I couldn't go to the game Saturday, so I decided to go and watch my local side Sutton Utd. play at Hitchin Town. (hey, I wanted to watch some football!) About midway through the first half, there I am, standing on a crappy wooden terrace, when I hear the following ditty :

Meat Pie, Sausage Roll, Come on Sutton Give us a Goal.

Oh my god! What have we created??

The Chairman has a copy of “Meat Pie, Sausage Roll” if you are interested in ‘real’ music. He knew Elvis was still alive!


COVER STORY

Todays cover picture shows Richard Graham the scorer of both goals in last Saturdays victory at Boundary Park over Luton Town. An interesting bit of trivia about Richard is that the Latic’s manager, Neil Warnock, believes that a tot of whisky is the secret behind the recent wonders of his performances. The hard stuff has been administered before his recent eye catching displays and the ritual was also repeated at half-time. “Some managers use smelling salts but I believe whisky does the trick.
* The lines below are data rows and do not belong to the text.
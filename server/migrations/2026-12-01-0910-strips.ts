import type { Migration } from './migration';

/**
 * Saved strips. Shipped presets have no owner and no department. `search_text` and `title_key` are folded to
 * lower case without accents, since SQLite folds ASCII only. A deleted strip keeps its row, so that deleting
 * can be undone. Tags are rows of their own, so that filters and counts are plain SQL.
 */
export const strips: Migration = {
  name: '2026-12-01-0910-strips',
  async up({ sequelize }) {
    await sequelize.query(`
      CREATE TABLE strips (
        id TEXT PRIMARY KEY,
        owner_id TEXT REFERENCES users (id),
        department_id TEXT REFERENCES departments (id),
        visibility TEXT NOT NULL CHECK (visibility IN ('private', 'department')),
        title TEXT NOT NULL,
        title_key TEXT NOT NULL,
        teaching_point TEXT NOT NULL,
        group_id TEXT,
        course_position INTEGER,
        parameters TEXT NOT NULL CHECK (json_valid(parameters)),
        search_text TEXT NOT NULL,
        version INTEGER NOT NULL CHECK (version >= 1),
        shipped_stamp TEXT,
        created_at TEXT NOT NULL,
        updated_at TEXT NOT NULL,
        deleted_at TEXT,
        CHECK ((owner_id IS NULL) = (department_id IS NULL)),
        CHECK ((owner_id IS NULL) = (shipped_stamp IS NOT NULL))
      ) STRICT`);
    await sequelize.query('CREATE INDEX strips_owner_id ON strips (owner_id)');
    await sequelize.query('CREATE INDEX strips_department_id ON strips (department_id)');
    await sequelize.query(`
      CREATE TABLE strip_tags (
        strip_id TEXT NOT NULL REFERENCES strips (id) ON DELETE CASCADE,
        position INTEGER NOT NULL,
        tag TEXT NOT NULL,
        tag_key TEXT NOT NULL,
        PRIMARY KEY (strip_id, tag_key)
      ) STRICT`);
    await sequelize.query('CREATE INDEX strip_tags_tag_key ON strip_tags (tag_key)');
  },
  async down({ sequelize }) {
    await sequelize.query('DROP TABLE strip_tags');
    await sequelize.query('DROP TABLE strips');
  },
};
It makes him stronger”. Before the Bolton game last season a woman (they’re all spoil-sports aren’t they) wrote to complain that Warnock was encouraging drinking. Warnock apologised by saying they are only small tots. Personally I don’t think you should give small tots drink.

Speaking of drinking, The Chairman got stopped by the police a few nights ago. The officer said, “Do you think you are fit to drive?” to which The Chairman replied, in a slurred speech, “Well occifer! I’m certainly not fit to walk!”.